Its the only card I have that has asked for it to be returned.  I suspect the Chip can be recycled or reprocessed.

FT


----------



## SueDonJ (Dec 2, 2013)

FractionalTraveler said:


> I picked up a few of these (RFID Credit Card Protection Sleeves) from the container store to protect my Marriott Visa card and other similar cards.
> 
> http://www.containerstore.com/shop?productId=10036350&N=&Ntt=rfid
> 
> FT



Nice, FT, I had no idea they made such things!  At your link, though, the credit card size are back-ordered to February.  I found a few at amazon including this multi-pack.

Now I just have to wait for my new card to order them.


----------



## SueDonJ (Dec 2, 2013)

FractionalTraveler said:


> They must be worth something, since you are asked to return the compromised card when you receive the new one.  They send you a nifty little self-addressed mailer to return the card.
> 
> Its the only card I have that has asked for it to be returned.  I suspect the Chip can be recycled or reprocessed.
> 
> FT



Is that only for the newer cards that have the chip?  Our cards are still the old ones that can be cut up - we weren't due for the new ones until 7/15.


----------



## FractionalTraveler (Dec 2, 2013)

SueDonJ said:


> Is that only for the newer cards that have the chip?  Our cards are still the old ones that can be cut up - we weren't due for the new ones until 7/15.

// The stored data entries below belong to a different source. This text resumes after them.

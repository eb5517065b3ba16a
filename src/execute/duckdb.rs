//! The embedded DuckDB engine: opens the workspace's local data and runs a statement.
//!
//! Local tables named in `plumb.yaml` (`local.tables`: name -> a CSV, Parquet, JSON or NDJSON
//! file, or a glob such as `data/orders/*.parquet`) become views with the table's name, so the
//! SQL that runs here is byte for byte the SQL a warehouse would run. A `local.database` file
//! is attached read-only. The readers are compiled in (the `duckdb` crate's `parquet` and
//! `json` features) and extension auto-install and auto-load are off: nothing is ever
//! downloaded.
//!
//! All cores, byte-identical results: a statement with an aggregation over CTEs runs in two
//! stages ([`super::staged`]): the exact per-unit work in parallel, materialised in a fixed
//! order, then the floating-point aggregation over it on one thread.

use super::{Cell, NamedRow, staged};
use crate::error::{Error, Result};
use duckdb::types::Value;
use duckdb::{Config, Connection};
use std::path::{Path, PathBuf};

pub use crate::workspace::LocalSettings;

/// An open local engine.
pub struct LocalEngine {
    conn: Connection,
    /// The thread count to restore after a serial stage.
    threads: i64,
}

fn err(context: &str, e: duckdb::Error) -> Error {
    if e.to_string().contains("disabled by configuration") {
        // `lock_down`: catalog SQL reached for something outside the declared data.
        return Error::data(format!(
            "{context}: the SQL tried to read or write a file, folder or address outside the workspace's data; plumb's local engine reads only the tables and database named under `local:` in plumb.yaml ({e})"
        ))
        .with_source(e);
    }
    if let Some(message) = csv_value_error(&e.to_string()) {
        return Error::data(message).with_source(e);
    }
    Error::engine(format!("{context}: {e}")).with_source(e)
}

/// A value deep in a CSV file that does not fit the type its first rows gave the column, in
/// plumb's words: file, line, column, value, type, and fixes that apply to a plumb workspace
/// (DuckDB's own suggestions are reader options plumb does not expose). Found when the rows
/// are read, so after `check`, which binds without reading.
fn csv_value_error(message: &str) -> Option<String> {
    let after = |key: &str| -> Option<&str> {
        let start = message.find(key)? + key.len();
        Some(message[start..].lines().next().unwrap_or("").trim())
    };
    let line = after("CSV Error on Line:")?;
    let file = after("file =").unwrap_or("a local CSV file");
    let detail = message
        .lines()
        .find(|l| l.starts_with("Error when converting column"))
        .map(|l| l.trim().to_string())
        .unwrap_or_else(|| message.lines().next().unwrap_or("").to_string());
    Some(format!(
        "{file}, line {line}: {detail}. The column's type was read from the file's first rows (up to 20,480), and this value does not fit it: fix the value in the file (an empty field is read as NULL)"
    ))
}

/// A local table that DuckDB cannot read is the data's problem, not the engine's. The first
/// line of DuckDB's message says why; the rest quotes plumb's own statement.
fn data_err(context: &str, e: duckdb::Error) -> Error {
    let text = e.to_string();
    let why = text.lines().next().unwrap_or(&text).trim().to_string();
    Error::data(format!("{context}: {why}")).with_source(e)
}

fn ident(name: &str) -> String {
    format!("\"{}\"", name.replace('"', "\"\""))
}

fn literal(value: &str) -> String {
    format!("'{}'", value.replace('\'', "''"))
}

/// Whether a local table path is a glob pattern (`*`, `?`, `[`).
pub fn is_glob(path: &Path) -> bool {
    path.to_string_lossy().contains(['*', '?', '['])
}

/// The reader of a local file or glob, chosen by its extension.
fn reader(path: &Path) -> Option<String> {
    let p = literal(&path.to_string_lossy());
    let name = path.file_name()?.to_string_lossy().to_ascii_lowercase();
    let name = name
        .strip_suffix(".gz")
        .or_else(|| name.strip_suffix(".zst"))
        .unwrap_or(&name);
    let ext = name.rsplit('.').next()?;
    Some(match ext {
        "parquet" => format!("read_parquet({p})"),
        "csv" | "tsv" => format!("read_csv({p}, header = true)"),
        "json" => format!("read_json({p})"),
        "ndjson" | "jsonl" => format!("read_json({p}, format = 'newline_delimited')"),
        _ => return None,
    })
}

Its for the new ones.  I suspect you will receive the new chip enabled cards tomorrow.

FT


----------



## DebBrown (Dec 2, 2013)

FractionalTraveler said:


> I picked up a few of these (RFID Credit Card Protection Sleeves) from the container store to protect my Marriott Visa card and other similar cards.
> 
> http://www.containerstore.com/shop?productId=10036350&N=&Ntt=rfid
> 
> FT



Good reminder!  We just got new cards with the chip and I'll need something like this.

Deb


----------



## Sandy VDH (Dec 2, 2013)

I use a card for everything.  Chase which has the majority of my cards is actually pretty good about spotting wayward charges.  I have had 2 different cards compromised over the last 2 years and both times Chase brought it to my attention within hours of their fraudulent usage.  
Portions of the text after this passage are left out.